■ Try it
Across the data below, how many lines hold "entries"? Answer with that number and nothing else.

------------------------

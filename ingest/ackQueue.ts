/**
 * Acknowledgements released in arrival order, each only once its message is
 * committed. MQTT requires a client to send PUBACKs in the order the PUBLISH
 * packets arrived (MQTT 3.1.1 §4.6, MQTT 5.0 §4.6), while the store may
 * commit a later message in the same batch as an earlier one: a committed
 * message waits here until every message before it is committed too.
 */
export class AckQueue {
  private readonly entries: { id: number; committed: boolean; send?: () => void }[] = [];

  /** A QoS 1 message arrived. */
  arrived(id: number): void {
    this.entries.push({ id, committed: false });
  }

  /** The message is stored (or quarantined): its acknowledgement may go. */
  committed(id: number): void {
    const entry = this.entries.find((e) => e.id === id && !e.committed);
    if (entry) entry.committed = true;
    this.release();
  }

  /**
   * The client wants to send the acknowledgement of `id` now. Returns false
   * when `id` is not held here (send it at once); otherwise it is sent when
   * its turn comes.
   */
  hold(id: number, send: () => void): boolean {
    const entry = this.entries.find((e) => e.id === id && !e.send);
    if (!entry) return false;
    entry.send = send;
    this.release();
    return true;
  }

  get waiting(): number {
    return this.entries.length;
  }

  private release(): void {
    while (this.entries.length > 0 && this.entries[0]!.committed && this.entries[0]!.send) {
      this.entries.shift()!.send!();
    }
  }
}
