import type { Pool } from 'pg';

/**
 * Registered vessel keys → ids, cached. An unknown key triggers a reload at
 * most every `refreshMs`, so a vessel registered while the worker runs is
 * accepted within that time without a query per message.
 */
export class VesselDirectory {
  private ids = new Map<string, number>();
  private loadedAt = 0;

  constructor(
    private readonly pool: Pool,
    private readonly refreshMs = 5_000,
  ) {}

  async idOf(key: string): Promise<number | undefined> {
    const known = this.ids.get(key);
    if (known !== undefined) return known;
    if (Date.now() - this.loadedAt >= this.refreshMs) await this.reload();
    return this.ids.get(key);
  }

  async reload(): Promise<void> {
    const { rows } = await this.pool.query<{ id: number; key: string }>('SELECT id, key FROM vessel');
    this.ids = new Map(rows.map((r) => [r.key, r.id]));
    this.loadedAt = Date.now();
  }
}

------------------------

■ Final answer
7